Weapons, vehicles, employee salaries, propaganda videos, international travel — all of these things cost money. The recent terrorism attacks in Paris, which the Islamic State has claimed as its own work, suggest the terrorist organization hasn’t been hurting for funding. David Cohen, the Treasury Department’s Undersecretary for Terrorism and Financial Intelligence,described the Islamic State last October as “probably the best-funded terrorist organization we have confronted” — deep pockets that have allowed the group to carry out deadly campaigns in Iraq, Syria and other countries.
But where does the Islamic State get all this money? It turns out that the group’s methods of financing are very different from other prominent terrorist organizations, and much more difficult for the United States and other countries to shut down. Unlike many terrorist groups, which finance themselves mainly through wealthy donors, the Islamic State has used its control over a territory that is roughly the size of the U.K. and home to millions of people to develop diversified revenue channels that make it more resilient to U.S. offensives.
Normally, U.S. efforts to cut off funding for terrorists focus on tracking and stopping the flow of funds through the international system. Since 9/11, the United States, other countries, and international organizations such as the International Monetary Fund and the United Nations have set up initiatives to detect and stop the flow of funds to terrorists. Leaders of the Group of 20 issued a statement on Sunday calling for better coordination to cut off funding channels to terrorist organizations, including exchanging information and freezing terrorist assets.
While the Treasury Department says these efforts have disrupted terrorist networks and saved lives, the Islamic State is a different animal. The Islamic State often avoids international finance, instead generating and spending funds within its own territory or immediately along its porous borders. “As for disrupting the revenue that ISIL generates from extortion and other local criminal activities, we recognize that Treasury’s tools are not particularly well-suited to the task,” Cohen said in October, using another name for the Islamic State.

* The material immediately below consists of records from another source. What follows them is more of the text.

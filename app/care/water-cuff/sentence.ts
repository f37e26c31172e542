import { sentence } from '../sentence.ts'
import type { WaterCuffData } from './schema.ts'

/** The sentence of a filling: water out, water in, prescribed, leak. */
export function waterCuffSentence({ prescribedMl, removedMl, instilledMl, leak, note }: WaterCuffData): string {
  const filled = instilledMl === 0 ? 'left empty' : `${instilledMl} mL put in`
  return [
    `Water cuff: ${removedMl} mL removed, ${filled}; prescribed ${prescribedMl} mL.`,
    ...(leak === 'yes' ? ['Leak or voice with the cuff up.'] : []),
    ...(note ? [sentence(note)] : []),
  ].join(' ')
}
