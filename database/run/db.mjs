// npm run db -- start | stop | status: the private MariaDB of the data folder, for work without the application.
import { runningMariadb, startMariadb, stopMariadb } from './mariadb.mjs'

const folder = process.env.CANNULARY_DATA || '.data'
const [command] = process.argv.slice(2)

try {
  console.log(await answer())
} catch (error) {
  console.error(error instanceof Error ? error.message : error)
  process.exitCode = 1
}

async function answer() {
  switch (command) {
    case 'start': {
      const { port, note } = await startMariadb({ folder })
      return `MariaDB runs on 127.0.0.1:${port} with its data in ${folder}${note ? `, ${note}` : ''}. Stop: npm run db -- stop`
    }
    case 'stop':
      return (await stopMariadb(folder)) ? 'MariaDB is stopped.' : 'MariaDB was not running.'
    case 'status': {
      const server = runningMariadb(folder)
      process.exitCode = server ? 0 : 3 // as an init script says "not running"
      return server ? `MariaDB runs on 127.0.0.1:${server.port}.` : 'MariaDB is not running.'
    }
    default:
      throw new Error('Say what to do: npm run db -- start | stop | status')
  }
}
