import type { Entry, PatientRecord } from '../kind.ts'
import { isComplete, type KitData, kitChecks } from './schema.ts'

export type KitEntry = Entry<KitData>

/** The latest check at which everything lay there. */
export function lastComplete(record: PatientRecord): KitEntry | undefined {
  return record.latest(kitChecks, isComplete)
}

/** The checks since then at which something was missing, latest first: the last of them says since when. */
export function gapsSince(record: PatientRecord, done: KitEntry | undefined): readonly KitEntry[] {
  const checks = record.of(kitChecks)
  const end = done ? checks.indexOf(done) : -1
  return end === -1 ? checks : checks.slice(0, end)
}
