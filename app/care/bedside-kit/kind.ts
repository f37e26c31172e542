import { type CareContext, careKind } from '../kind.ts'
import { kitExamples } from './examples.ts'
import { isComplete, kitChecks } from './schema.ts'
import { kitSentence } from './sentence.ts'
import { kitSettings } from './settings.ts'
import { spareWords } from './spares.ts'
import { kitTasks } from './tasks.ts'
import { kitWarnings, standingKitWarnings } from './warnings.ts'

/** The emergency kit at the bedside, held against the tube that is in. */
export const bedsideKit = careKind({
  ...kitChecks,
  title: 'Bedside kit',
  chartWords: 'Chart kit',
  lane: 'Tube',
  chapter: 'At the bed',
  cautions: ['The kit goes wherever the patient goes. The receiving ward has it ready before the handover.'],
  examples: kitExamples,
  summary: kitSentence,
  settings: kitSettings,
  tasks: kitTasks,
  startsWith: facts,
  warnings: kitWarnings,
  standing: standingKitWarnings,
  outOfRange: data => !isComplete(data),
})

/** The spares that the tube in place asks for, and the unit of the gauge as charted last. Whether they lie there is looked at. */
function facts(context: CareContext): Readonly<Record<string, unknown>> {
  const spares = spareWords(context)
  const suctionUnit = context.record.latest(kitChecks, data => data.suctionUnit !== undefined)?.data.suctionUnit
  return { ...(spares ? { spares } : {}), ...(suctionUnit ? { suctionUnit } : {}) }
}
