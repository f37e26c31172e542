import { linkSync, readFileSync, renameSync, rmSync, writeFileSync } from 'node:fs'
import { isRunning, processStamp, until } from './processes.mjs'

/**
 * Does the work while no other process does work under the same lock file. A lock left by a process that died is
 * taken over. Fails when the lock is not free within a minute.
 * @template T
 * @param {string} file
 * @param {() => Promise<T>} work
 * @returns {Promise<T>}
 */
export async function locked(file, work) {
  const mine = processStamp(process.pid) ?? String(process.pid)
  if (!(await until(() => taken(file, mine), 60_000))) {
    throw new Error(`${file} is held by process ${readLock(file)?.split(':')[0]}. Wait for it to finish, or end it.`)
  }
  try {
    return await work()
  } finally {
    rmSync(file, { force: true })
  }
}

/**
 * @param {string} file
 * @param {string} mine
 */
function taken(file, mine) {
  const draft = `${file}.${process.pid}`
  writeFileSync(draft, mine)
  try {
    // A link appears with its whole content or not at all, so that nobody ever reads half a stamp.
    linkSync(draft, file)
    return true
  } catch (error) {
    if (!(error instanceof Error && 'code' in error && error.code === 'EEXIST')) throw error
    removeStale(file)
    return false
  } finally {
    rmSync(draft, { force: true })
  }
}

/** @param {string} file */
function removeStale(file) {
  const holder = readLock(file)
  if (holder === null || isRunning(holder)) return
  const aside = `${file}.stale.${process.pid}`
  try {
    renameSync(file, aside) // of several who see the stale lock, one wins the rename
    if (readLock(aside) !== holder) linkSync(aside, file) // somebody's fresh lock: give it back
  } catch (error) {
    const lost = error instanceof Error && 'code' in error && (error.code === 'ENOENT' || error.code === 'EEXIST')
    if (!lost) throw error
  } finally {
    rmSync(aside, { force: true })
  }
}

/** @param {string} file */
function readLock(file) {
  try {
    return readFileSync(file, 'utf8')
  } catch {
    return null // released meanwhile
  }
}
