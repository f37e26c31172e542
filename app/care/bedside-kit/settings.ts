import { numberSetting } from '../policy.ts'
import { vacuumLow } from '../suction/settings.ts'

export const KIT_SOURCE = "St George's NHS, emergency equipment: stays with the patient at all times"

export const kitAfterEvent = numberSetting({
  name: 'bedside-kit-after-event',
  label: 'Bedside kit checked after admission, a tube change, a move or an emergency within',
  unit: 'min',
  default: 30,
  min: 5,
  max: 120,
  affects: 'Bedside kit check: when it is due after an event.',
  source: {
    says: 'NHS Greater Glasgow and Clyde: ready before the handover, and stay until it is; after use by common practice; the minutes are a proposal',
    standing: 'product proposal',
  },
})

export const kitMissingWithin = numberSetting({
  name: 'bedside-kit-missing-within',
  label: 'What is missing at the bedside is there within',
  unit: 'min',
  default: 15,
  min: 5,
  max: 60,
  affects: 'Bedside kit: next check after one that was not complete; past it the charge nurse is told.',
  source: { says: 'No published number', standing: 'product proposal' },
})

export const kitSettings = [kitAfterEvent, kitMissingWithin, vacuumLow]
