// npm run dev: as npm start, with the development server, which shows each edit at once.
import { launch } from './launch.mjs'

const args = ['--host', process.env.HOST || '127.0.0.1', '--port', process.env.PORT || '3000']

await launch({ mode: 'development', server: ['node', 'node_modules/@react-router/dev/bin.js', 'dev', ...args] })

Estimates of the precise amount that the Islamic State earns from these activities tend to vary a lot and fluctuate over time, but what is certain is that the group is heavily diversified — meaning that if one funding source is shut down, the group can turn to others to generate revenue. Its main methods of generating money appear to be the sale of oil and antiquities, as well as taxation and extortion. And the group’s financial resources have grown quickly as it has captured more territory and resources: According toestimates by the Rand Corporation, the Islamic State’s total revenue rose from a little less than $1 million per month in late 2008 and early 2009 to perhaps $1 million to $3 million per day in 2014.
The Islamic State has other expenses, besides the cost of carrying out terrorist attacks and waging war. The terrorist group runs schools, a religious police force, food kitchens, an Islamic court system and even a Consumer Protection authority. It reportedly pays fighters roughly $400 a month, which is more than the Iraqi government offers some staff. The Islamic State sets and approves annual budgets, and it uses a chief financial officer-like figure to manage its accounts. It’s also “fastidious” about documenting a return on investment for its funders. The Islamic State has established a central bank and even planned to mint its own currency — although in practice the group generally uses local currency, such as the Iraqi dinar and the Turkish lira.

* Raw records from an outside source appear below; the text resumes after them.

import { minutes } from '../../time/duration.ts'
import { type Clock, promptClock, shiftClock, sooner } from '../clock.ts'
import { cuffChecks } from '../cuff-pressure/schema.ts'
import type { CareContext, TaskRule } from '../kind.ts'
import { isArrival, transfers } from '../transfer-checklist/schema.ts'
import { tubeCareFrom } from '../tube-care.ts'
import { tubeChanges } from '../tube-change/schema.ts'
import { withoutTube } from '../tube-change/tasks.ts'
import { tubeInPlace } from '../tube-change/tube.ts'
import { gapsSince, type KitEntry, lastComplete } from './gaps.ts'
import { kitAfterEvent, kitMissingWithin } from './settings.ts'

const check: TaskRule = {
  name: 'bedside-kit-check',
  airway: true,
  settings: [kitAfterEvent, kitMissingWithin],
  says: ({ values }) =>
    `Once in each shift; within ${values.of(kitAfterEvent)} minutes of a tube change, admission or transfer; within ${values.of(kitMissingWithin)} minutes when something was missing. Only a complete kit counts.`,
  clock(context) {
    const { record, ward } = context
    if (!tubeInPlace(record)) return withoutTube(context)
    const done = lastComplete(record)
    const regular = shiftClock({ last: done, start: tubeCareFrom(context), ward })
    return [afterEvent(done, context), afterGap(done, context)].reduce<Clock>(
      (clock, prompt) => (prompt ? sooner(clock, prompt) : clock),
      regular,
    )
  },
}

/** The first event with no complete kit since: what had to lie there has changed, or the patient came away from it. */
function afterEvent(done: KitEntry | undefined, context: CareContext): Clock | undefined {
  const first = events(context)
    .filter(({ at }) => !done || done.performedAt < at)
    .toSorted((a, b) => a.at.getTime() - b.at.getTime())[0]
  if (!first) return undefined
  const within = minutes(context.values.of(kitAfterEvent))
  return promptClock({ event: first.at, within, last: done, because: first.words })
}

/** Moves between beds are not part of the record: an arrival charted on the transfer checklist, or a cuff checked for one, tells of them. */
function events(context: CareContext): readonly { readonly at: Date; readonly words: string }[] {
  const { record } = context
  const from = tubeCareFrom(context)
  const came = from.getTime() === record.admittedAt.getTime()
  const changes = record
    .since(tubeChanges, from)
    .filter(({ data }) => data.reason !== 'on arrival' && data.difficulty !== 'failed')
  const moves = [
    ...record.since(cuffChecks, from).filter(({ data }) => data.reason === 'transfer'),
    ...record.since(transfers, from).filter(isArrival),
  ]
  return [
    { at: from, words: came ? 'the patient came to the ward' : 'the tube was put in' },
    ...changes.filter(({ performedAt }) => performedAt > from).map(tube => eventOf(tube, 'the tube was changed')),
    ...moves.map(move => eventOf(move, 'the patient was moved')),
  ]
}

function eventOf({ performedAt }: { readonly performedAt: Date }, words: string) {
  return { at: performedAt, words }
}

function afterGap(done: KitEntry | undefined, { record, values }: CareContext): Clock | undefined {
  const first = gapsSince(record, done).at(-1)
  if (!first) return undefined
  const within = minutes(values.of(kitMissingWithin))
  return promptClock({
    event: first.performedAt,
    within,
    last: done,
    because: 'something was missing at the last check',
  })
}

export const kitTasks: readonly TaskRule[] = [check]
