import type { KitData } from './schema.ts'

/** The most common check: everything lies there, and suction works. */
export const wholeKit: KitData = { complete: 'yes', suctionTested: 120, suctionUnit: 'mmHg' }

/** Checks of the kit as they are charted on a ward. */
export const kitExamples: readonly KitData[] = [
  { spares: 'Tube Halden 6 Jackson and one size smaller; plain inner cannula Halden 6', ...wholeKit },
  {
    complete: 'no',
    missing: ['spare smaller', 'obturator'],
    owner: 'T. Okafor',
    expectedMin: 10,
    suctionTested: 16,
    suctionUnit: 'kPa',
    note: 'Used at the change this morning',
  },
  { complete: 'no', missing: ['suction'], owner: 'Equipment library' },
]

Its control of an expansive territory obviously gives the Islamic State a valuable source of funding and flexibility. However, some U.S. officials have argued that having territory might also be seen as a weakness for the group. Maintaining a state of 8 million to 10 million people, waging war around its borders, and financing and carrying out international attacks are costly and difficult tasks. Without adequate funds to provide services to the local population, people in Islamic State territory might turn against the group, provoking a backlash that might end its grip on power, the thinking goes. In addition, reports from territory held by the group paint a picture of a brutal, two-tiered society, in which terrorists and their families live well and most others suffer. Under this pressure, the economy struggles to function, leaving the Islamic State with less and less to tax and to sell.
As other writers have pointed out, considered as a state ISIS looks quite poor, with a budget roughly on par with Afghanistan or the Democratic Republic of Congo. But considered as a terrorist organization, it looks wealthy and diversified. Below are 12 ways the Islamic State earns its revenue:
Oil: The oil fields that it has captured in Syria and Iraq have been a major source of funding for the terrorist group. Although it’s relatively easy for the United States and other countries to prevent large-scale exports of oil from Islamic State territory, it’s much harder to control the black market oil trade that reportedly flourishes along the porous borders of territory controlled by the Islamic State and surrounding countries.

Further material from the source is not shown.